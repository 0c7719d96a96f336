import type { MeasuringNeed, MeasuringNeeds, MeasuringReason } from "../../shared/schemas/survey";
import { rows } from "../lib/db";
import { type Actor, abilities, visible } from "../lib/policy";
import { sitePolicy, surveyPolicy } from "../policies";
import { protectorsToReview } from "./chosen-before";

const UNDECIDED_DAYS = 90;

type Reasons<Code extends MeasuringReason["code"]> = Omit<
  Extract<MeasuringReason, { code: Code }>,
  "code"
>;

interface NeedRow extends Omit<MeasuringNeed, "reasons"> {
  neverMeasured: string[];
  neverMeasuredIds: string[];
  tooLongAgo: Reasons<"measured-too-long-ago"> | null;
  changes: Reasons<"changed-since">[];
  undecided: Reasons<"undecided"> | null;
  doubtful: Reasons<"doubtful-instrument">[];
}

/** Most serious first: what the group's order hangs on. */
const ORDER: readonly MeasuringReason["code"][] = [
  "changed-since",
  "never-measured",
  "doubtful-instrument",
  "undecided",
  "measured-too-long-ago",
];

function reasonsOf(found: NeedRow): MeasuringReason[] {
  const reasons: MeasuringReason[] = found.changes.map((change) => ({
    code: "changed-since",
    ...change,
  }));
  if (found.neverMeasured.length > 0)
    reasons.push({
      code: "never-measured",
      taskNames: found.neverMeasured,
      taskIds: found.neverMeasuredIds,
    });
  for (const one of found.doubtful) reasons.push({ code: "doubtful-instrument", ...one });
  if (found.undecided) reasons.push({ code: "undecided", ...found.undecided });
  if (found.tooLongAgo) reasons.push({ code: "measured-too-long-ago", ...found.tooLongAgo });
  return reasons;
}

/** Sites at which the actor reads measuring, with the interval each states. */
export async function remeasuring(
  actor: Actor,
  id: string | null = null,
): Promise<MeasuringNeeds["sites"]> {
  const at = actor.at("s.id", "officer", "auditor") || "FALSE";
  const found = await rows<Omit<MeasuringNeeds["sites"][number], "can">>(
    `SELECT s.id, s.name, s.remeasure_after_months AS "remeasureAfterMonths", s.revision FROM sites s
     WHERE ${visible(sitePolicy, actor, "s")} AND ${at} AND (CAST(:id AS uuid) IS NULL OR s.id = :id) ORDER BY s.name`,
    { id },
  );
  return found.map((site) => ({
    ...site,
    can: { changeRules: abilities(sitePolicy, actor, site).changeRules },
  }));
}

/**
 * Which groups want measuring, and why; the worst first, what nobody has taken up before what a survey is under way for.
 * A group is a job that somebody holds.
 */
export async function measuringNeeds(actor: Actor, siteId: string | null): Promise<MeasuringNeeds> {
  const found = await rows<NeedRow>(
    `WITH groups AS MATERIALIZED (
       SELECT j.id, j.name, j.site_id, s.name AS site_name, s.remeasure_after_months AS months,
         (now() AT TIME ZONE s.time_zone)::date AS today, count(w.id)::int AS workers
       FROM jobs j JOIN sites s ON s.id = j.site_id JOIN workers w ON w.job_id = j.id AND (w.left_on IS NULL OR w.left_on >= current_date)
       WHERE NOT j.is_archived AND ${visible(surveyPolicy, actor, "j")} AND (CAST(:siteId AS uuid) IS NULL OR j.site_id = :siteId)
       GROUP BY j.id, s.id),
     levels AS MATERIALIZED (
       SELECT g.id AS job_id, t.id AS task_id, t.name, t.area_id, l.id AS level_id, l.effective_from,
         l.id IS NOT NULL AND l.grade <> 'estimate' AND l.samples_db <> '{}' AS is_measured
       FROM groups g JOIN job_tasks n ON n.job_id = g.id JOIN tasks t ON t.id = n.task_id
       LEFT JOIN LATERAL (SELECT x.id, x.effective_from, x.grade, x.samples_db FROM task_levels x
         WHERE x.task_id = t.id AND x.effective_from <= g.today ORDER BY x.effective_from DESC, x.number DESC LIMIT 1) l ON TRUE),
     of_tasks AS (
       SELECT job_id, array_agg(name ORDER BY name) FILTER (WHERE NOT is_measured) AS never,
         array_agg(task_id ORDER BY name) FILTER (WHERE NOT is_measured) AS never_ids,
         min(effective_from) FILTER (WHERE is_measured) AS oldest, min(effective_from) AS earliest
       FROM levels GROUP BY job_id),
     -- What a change concerns: tasks of the group, and those of an area, with a level from before; or the job as a whole.
     concerned AS (
       SELECT g.id AS job_id, c.id, c.kind, c.what, c.happened_on,
         array_agg(v.task_id) FILTER (WHERE v.task_id IS NOT NULL) AS task_ids, array_agg(v.area_id) FILTER (WHERE v.area_id IS NOT NULL) AS area_ids
       FROM groups g JOIN workplace_changes c ON c.site_id = g.site_id AND c.struck_reason IS NULL
       LEFT JOIN levels v ON v.job_id = g.id AND (v.task_id = c.task_id OR v.area_id = c.area_id OR c.job_id = g.id)
         AND (v.effective_from IS NULL OR v.effective_from < c.happened_on)
       WHERE v.task_id IS NOT NULL OR (c.job_id = g.id AND NOT EXISTS (SELECT 1 FROM levels x WHERE x.job_id = g.id))
       GROUP BY g.id, c.id),
     changed AS (
       SELECT c.job_id, json_agg(json_build_object('changeId', c.id, 'kind', c.kind, 'what', c.what, 'happenedOn', c.happened_on::text,
         'taskIds', coalesce(c.task_ids, '{}'),
         'assignmentsCount', (SELECT count(*)::int FROM assignments a JOIN workers w ON w.id = a.worker_id
            WHERE w.job_id = c.job_id AND a.valid @> current_date AND lower(a.valid) < c.happened_on
              AND (a.task_id = ANY (c.task_ids) OR a.area_id = ANY (c.area_ids) OR (a.task_id IS NULL AND a.area_id IS NULL))
              AND NOT EXISTS (SELECT 1 FROM protectors_looked_at k WHERE k.change_id = c.id AND k.assignment_id = a.id)))
         ORDER BY c.happened_on DESC, c.id) AS list
       FROM concerned c GROUP BY c.job_id),
     open_days AS (
       SELECT w.job_id, count(*)::int AS days, count(DISTINCT d.worker_id)::int AS workers
       FROM groups g JOIN workers w ON w.job_id = g.id JOIN days d ON d.worker_id = w.id JOIN day_results r ON r.id = d.current_result_id
       WHERE d.date > current_date - ${UNDECIDED_DAYS} AND 'cant-tell-yet' IN (r.verdict_outside, r.verdict_at_ear)
       GROUP BY w.job_id),
     failed AS (
       SELECT i.id, i.serial_number,
         (SELECT max(p.done_on) FROM instrument_calibrations p WHERE p.instrument_id = i.id AND p.has_passed) AS good_on
       FROM instruments i WHERE (SELECT NOT c.has_passed FROM instrument_calibrations c WHERE c.instrument_id = i.id
         ORDER BY c.done_on DESC, c.created_at DESC LIMIT 1)),
     doubtful_runs AS (
       SELECT v.job_id, f.id AS instrument_id, f.serial_number, r.id AS run_id
       FROM failed f JOIN runs r ON r.instrument_id = f.id JOIN task_level_samples p ON p.run_id = r.id JOIN levels v ON v.level_id = p.task_level_id
       JOIN run_revisions q ON q.id = r.current_revision_id
       WHERE NOT r.is_void AND q.kept_reason IS NULL AND (f.good_on IS NULL OR r.date >= f.good_on)
       UNION
       SELECT w.job_id, f.id, f.serial_number, r.id
       FROM failed f JOIN runs r ON r.instrument_id = f.id JOIN workers w ON w.id = r.worker_id JOIN groups g ON g.id = w.job_id
       JOIN run_revisions q ON q.id = r.current_revision_id
       WHERE NOT r.is_void AND NOT r.is_out AND q.kept_reason IS NULL AND (f.good_on IS NULL OR r.date >= f.good_on)),
     doubtful AS (
       SELECT job_id, json_agg(json_build_object('serialNumber', serial_number, 'runsCount', runs) ORDER BY serial_number) AS list
       FROM (SELECT job_id, instrument_id, serial_number, count(DISTINCT run_id)::int AS runs FROM doubtful_runs
             GROUP BY job_id, instrument_id, serial_number) x GROUP BY job_id)
     SELECT g.site_id AS "siteId", g.site_name AS "siteName", g.id AS "jobId", g.name AS "jobName", g.workers AS "workersCount",
       coalesce(t.never, '{}') AS "neverMeasured", coalesce(t.never_ids, '{}') AS "neverMeasuredIds",
       CASE WHEN t.oldest + make_interval(months => g.months) <= g.today THEN json_build_object('measuredOn', t.oldest::text,
         'dueOn', (t.oldest + make_interval(months => g.months))::date::text) END AS "tooLongAgo",
       coalesce(c.list, '[]') AS changes,
       CASE WHEN d.days > 0 THEN json_build_object('daysCount', d.days, 'workersCount', d.workers) END AS undecided,
       coalesce(b.list, '[]') AS doubtful,
       (SELECT y.id FROM surveys y WHERE y.job_id = g.id AND y.state IN ('planned', 'measuring') ORDER BY y.from_date DESC LIMIT 1) AS "surveyId"
     FROM groups g LEFT JOIN of_tasks t ON t.job_id = g.id LEFT JOIN changed c ON c.job_id = g.id
     LEFT JOIN open_days d ON d.job_id = g.id LEFT JOIN doubtful b ON b.job_id = g.id`,
    { siteId },
  );
  const needs = found.flatMap((one): MeasuringNeed[] => {
    const reasons = reasonsOf(one);
    if (reasons.length === 0) return [];
    const { siteId: site, siteName, jobId, jobName, workersCount, surveyId } = one;
    return [{ siteId: site, siteName, jobId, jobName, workersCount, surveyId, reasons }];
  });
  const rank = ({ reasons }: MeasuringNeed) =>
    Math.min(...reasons.map(({ code }) => ORDER.indexOf(code)));
  needs.sort(
    (a, b) =>
      Number(a.surveyId !== null) - Number(b.surveyId !== null) ||
      rank(a) - rank(b) ||
      b.reasons.length - a.reasons.length ||
      b.workersCount - a.workersCount ||
      (a.jobName < b.jobName ? -1 : 1),
  );
  return {
    rows: needs,
    groupsCount: found.length,
    protectors: await protectorsToReview(actor, siteId),
    sites: await remeasuring(actor, siteId),
  };
}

PROBLEM REQUIREMENTS | In the records above, find each line that mentions the string "FILTER", then copy it.

SOLUTION TO THE PROBLEM |
       SELECT job_id, array_agg(name ORDER BY name) FILTER (WHERE NOT is_measured) AS never,
         array_agg(task_id ORDER BY name) FILTER (WHERE NOT is_measured) AS never_ids,
         min(effective_from) FILTER (WHERE is_measured) AS oldest, min(effective_from) AS earliest
         array_agg(v.task_id) FILTER (WHERE v.task_id IS NOT NULL) AS task_ids, array_agg(v.area_id) FILTER (WHERE v.area_id IS NOT NULL) AS area_ids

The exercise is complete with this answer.